At the time, Afghanistan was mostly controlled by the Taliban. And with the UN's relations with the Islamic militia dicey at best, the country was deemed too dangerous for the international body's political and humanitarian missions.
With scant first-hand reporting available, horrific stories of suffering, gruesome tales of civil war, and information on the growing strength of Arab extremists in the country only occasionally made international news cycles.
That all changed after the terrorist attacks of September 11, 2001, in New York, Washington, and Pennsylvania. Within a month, foreign troops had invaded the country. By November, the Taliban had fled the capital, Kabul. And in the space of weeks Vendrell saw his position change dramatically, as he and other international diplomats scrambled to put together a post-Taliban government.
Vendrell -- having served as the UN secretary-general's personal envoy to Afghanistan, as head of the UN Special Mission to Afghanistan, and as an EU special representative -- has a unique perspective on events in Afghanistan. Never more so now that the country is embroiled in a political crisis as the result of flawed presidential elections on August 20.
In an interview with RFE/RL, Vendrell says it took phone calls from numerous world leaders and feverish diplomacy in Kabul by U.S. Senator John Kerry to persuade incumbent President Hamid Karzai to agree to a runoff against his main challenger, Abdullah Abdullah, on November 7.
Good Omen
Vendrell's overall prognosis is that the second-round vote is a good omen for Afghan democracy.

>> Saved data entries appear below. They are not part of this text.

import { DataTypes, Model, type CreationOptional, type InferAttributes, type InferCreationAttributes, type Sequelize } from 'sequelize'
import type { SampleOutcome } from '#shared/utils/schemas/sample'

/** One drawn farm of a round × village: rank 0 is the main sample, 1..n the replacements in the order to use them. */
export class SampleFarm extends Model<InferAttributes<SampleFarm>, InferCreationAttributes<SampleFarm>> {
  declare id: CreationOptional<number>
  declare organisationId: number
  declare roundId: number
  declare villageId: number
  declare farmCode: string
  declare sampleRank: number
  /** Personal data: shown to coordinators and to the enumerator assigned to the village only. */
  declare headName: string | null
  declare hint: string | null
  declare lat: number | null
  declare lon: number | null
  declare outcome: SampleOutcome | null
  declare outcomeNote: string | null
  declare replacedBy: string | null
  declare outcomeBy: number | null
  declare outcomeAt: Date | null
  declare namesPurgedAt: CreationOptional<Date | null>
  declare createdAt: CreationOptional<Date>

  static initModel(sequelize: Sequelize) {
    SampleFarm.init({
      id: { type: DataTypes.INTEGER.UNSIGNED, autoIncrement: true, primaryKey: true },
      organisationId: { type: DataTypes.INTEGER.UNSIGNED, allowNull: false },
      roundId: { type: DataTypes.INTEGER.UNSIGNED, allowNull: false },
      villageId: { type: DataTypes.INTEGER.UNSIGNED, allowNull: false },
      farmCode: { type: DataTypes.STRING(40), allowNull: false },
      sampleRank: { type: DataTypes.SMALLINT.UNSIGNED, allowNull: false },
      headName: { type: DataTypes.STRING(120), allowNull: true },
      hint: { type: DataTypes.STRING(200), allowNull: true },
      lat: { type: DataTypes.DOUBLE, allowNull: true },
      lon: { type: DataTypes.DOUBLE, allowNull: true },
      outcome: { type: DataTypes.STRING(16), allowNull: true },
      outcomeNote: { type: DataTypes.STRING(300), allowNull: true },
      replacedBy: { type: DataTypes.STRING(40), allowNull: true },
      outcomeBy: { type: DataTypes.INTEGER.UNSIGNED, allowNull: true },
      outcomeAt: { type: DataTypes.DATE(3), allowNull: true },
      namesPurgedAt: { type: DataTypes.DATE(3), allowNull: true },
      createdAt: DataTypes.DATE(3)
    }, { sequelize, tableName: 'sample_farms', updatedAt: false })
  }
}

"The more credible the new president is, the better -- the more credibility he has, first with the Afghan public and, secondly, of course, with the international community, who are so deeply involved, particularly in the Western countries and with Western public opinion,” he says.
“So I think it is good, but this does not mean that everything will be fine now," he adds.
Vendrell, who retired as the EU's special envoy in 2008, is skeptical that any election in Afghanistan can truly be free and fair. He sees the precarious security situation in Pashtun-populated regions of southern and eastern Afghanistan along the Pakistan border as a particularly formidable hurdle.
Despite the increased number of Western troops sent to those regions in the past year, security had not improved, he says. Seeing this motivated some Afghan political players to commit fraud in the August 20 vote, he suggests.
"Given the security situation, there is going to be half the Pashtun districts where it will be very hard for the people to go and vote, and also it will also be very hard for any monitoring or observation to take place,” he says.
“And that is why I feel that any Pashtun candidate [who] wanted to win in the election would have to resort to an element of fraud in order to make up for the fact that many of his natural supporters would not be able to cast their votes."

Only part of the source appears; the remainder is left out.